Одну — толстый и тяжелый фолиант — отец с робким приохочиванием подсовывал снова и снова. Я открыл ее. Это была Библия. Я увидел на картинках великое странствие животных, плывущее по трактам, растекающееся шествиями по далекой стране, увидел небо, все в птичьих ключах и шуме крыл, огромную перевернутую пирамиду, далекая вершина которой достигала Ковчега.

Я поднял на отца глаза, полные упрека: — Ты знаешь, отец, — кричал я, — ты хорошо знаешь, не скрывай, не увиливай! Зачем ты принес порченый апокриф, тысячную копию, бездарную подделку? Куда ты девал Книгу?

Отец отвел глаза.

III

Миновали недели, возмущение, мое поумерилось и утихло, но образ Книги по-прежнему светлым огнем пламенел в моей душе, великий шелестящий Кодекс, взбудораженная Библия, по страницам которой шел ветер, обшаривая ее, как огромную осыпающуюся розу.

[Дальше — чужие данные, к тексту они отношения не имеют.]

def _downscale_scaled(plane: NDArray[np.generic], factor: int
                      ) -> tuple[NDArray[np.generic], float]:
    """:func:`downscale_for_drift` as an image and a scale: the block means are the
    image times the scale. For an 8-bit plane and a factor 4, 8, 16 ... with the
    compiled kernels, the image holds the sums of the four whole-code means of the last
    2 x 2 step (uint16, scale 1/4: exact, and a 3 x 3 median of uint16 costs a third of
    one of float32); else it is the float32 result itself (scale 1)."""
    factor = max(1, int(factor))
    parent = _interleaved_parent(plane)
    h, w = plane.shape[:2]
    hc, wc = (h // factor) * factor, (w // factor) * factor
    channel = None
    if parent is not None:
        src: NDArray[np.generic] = parent[0][:hc, :wc]
        channel = parent[1]
    else:
        src = plane[:hc, :wc]
        if src.strides[-1] != src.itemsize:
            src = np.ascontiguousarray(src)
    if src.dtype not in (np.uint8, np.uint16, np.float32):
        src = src.astype(np.float32)
    twos, rest = 0, factor
    while rest % 2 == 0:
        twos, rest = twos + 1, rest // 2
    n_int = max(0, twos - 1) if src.dtype != np.float32 else twos
    n_float = twos - n_int
    if channel is not None and n_int > 0:
        kern_c = _drift_kernels()
        if kern_c is not None:  # the channel's 2 x 2 means read in place
            src = kern_c.halve_channel(src, channel)  # type: ignore[arg-type]
        else:  # the channel is copied out strip by strip
            src = _halve(src, channel)
        channel = None
        n_int -= 1
    elif channel is not None:
        src, channel = np.ascontiguousarray(src[..., channel]), None
    kern = _drift_kernels() if n_float and src.dtype != np.float32 else None
    for _ in range(n_int - (1 if kern is not None else 0)):
        src = _halve(src)
    if kern is not None and n_int:  # the last rounded and the first float step, one pass
        oh, ow = src.shape[0] // 4, src.shape[1] // 4
        acc = np.uint16 if src.dtype == np.uint8 else np.uint32
        sums = kern.quarter_sums(src, np.empty((oh, ow), acc))
        if n_float == 1 and rest == 1 and sums.dtype == np.uint16:
            return sums, 0.25
        small = np.multiply(sums, np.float32(0.25), dtype=np.float32)
        n_float -= 1
    elif kern is not None:  # the first float step straight from the integer plane
        small = kern.halve_to_float(src, np.empty((src.shape[0] // 2, src.shape[1] // 2),
                                                  dtype=np.float32))
        n_float -= 1
    else:
        small = np.asarray(src, dtype=np.float32)
    for _ in range(n_float):
        small = _halve(small)
    if rest > 1:
        sh, sw = small.shape[:2]
        small = cv2.resize(small, (sw // rest, sh // rest), interpolation=cv2.INTER_AREA)
    return np.ascontiguousarray(small, dtype=np.float32), 1.0


def _lag_products(a: NDArray[np.float32], b: NDArray[np.float32], margin: int,
                  lags: Sequence[tuple[int, int]]) -> list[float]:
    """Cross-correlation ``sum(core * b[core shifted by (lx, ly)])`` for each lag, where
    ``core`` is ``a`` without ``margin`` pixels on each side (``|lx|, |ly| < margin``).

    The core is placed in a zero image of the full row width, so that every lag is one
    dot product of two contiguous runs of memory (a row's wrap into the next row meets
    only zeros): no copy of ``b`` per lag.
    """
    h, w = a.shape
    m = margin
    rows = h - 2 * m
    padded = np.zeros((rows, w), dtype=np.float32)
    padded[:, m:w - m] = a[m:h - m, m:w - m]
    flat_core = padded.ravel()
    flat_b = np.ascontiguousarray(b, dtype=np.float32).ravel()
    n = rows * w
    out = []
    for lx, ly in lags:
        start = (m + ly) * w + lx
        out.append(float(np.dot(flat_core, flat_b[start:start + n])))
    return out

Отец, видя меня несколько успокоенным, однажды осторожно подошел и сказал тоном деликатного предложения: — По сути дела существуют только книги. Книга есть миф, в который мы веруем в молодости, но со временем перестаем принимать всерьез. — Однако у меня тогда было другое мнение, я знал, что книга есть постулат, предназначение. Я ощущал на себе бремя великой миссии. Я ничего не ответил, исполненный презрения и ожесточенной хмурой гордости.

Ибо в то время я уже владел обрывками, жалкими ошметками, которые по странной прихоти судьбы попали мне в руки. Я заботливо прятал сокровище от посторонних глаз, скорбя над глубоким упадком сей книги, по поводу истерзанных останков которой я не смог бы встретить ни в ком понимания. А было все вот как:

В некий день той зимы я застал Аделю за уборкой, со шваброй в руках опершуюся на крышку конторки, где лежала драная какая-то книжка. Я заглянул через плечо Адели не столько из любопытства, сколько затем, чтобы снова одурманиться запахом ее тела, молодые чары которого открылись недавно проснувшимся моим чувствам.

— Гляди, — сказала она, без протеста снося мои прижимания, — возможно ли, чтобы волосы росли до земли? Мне бы такие.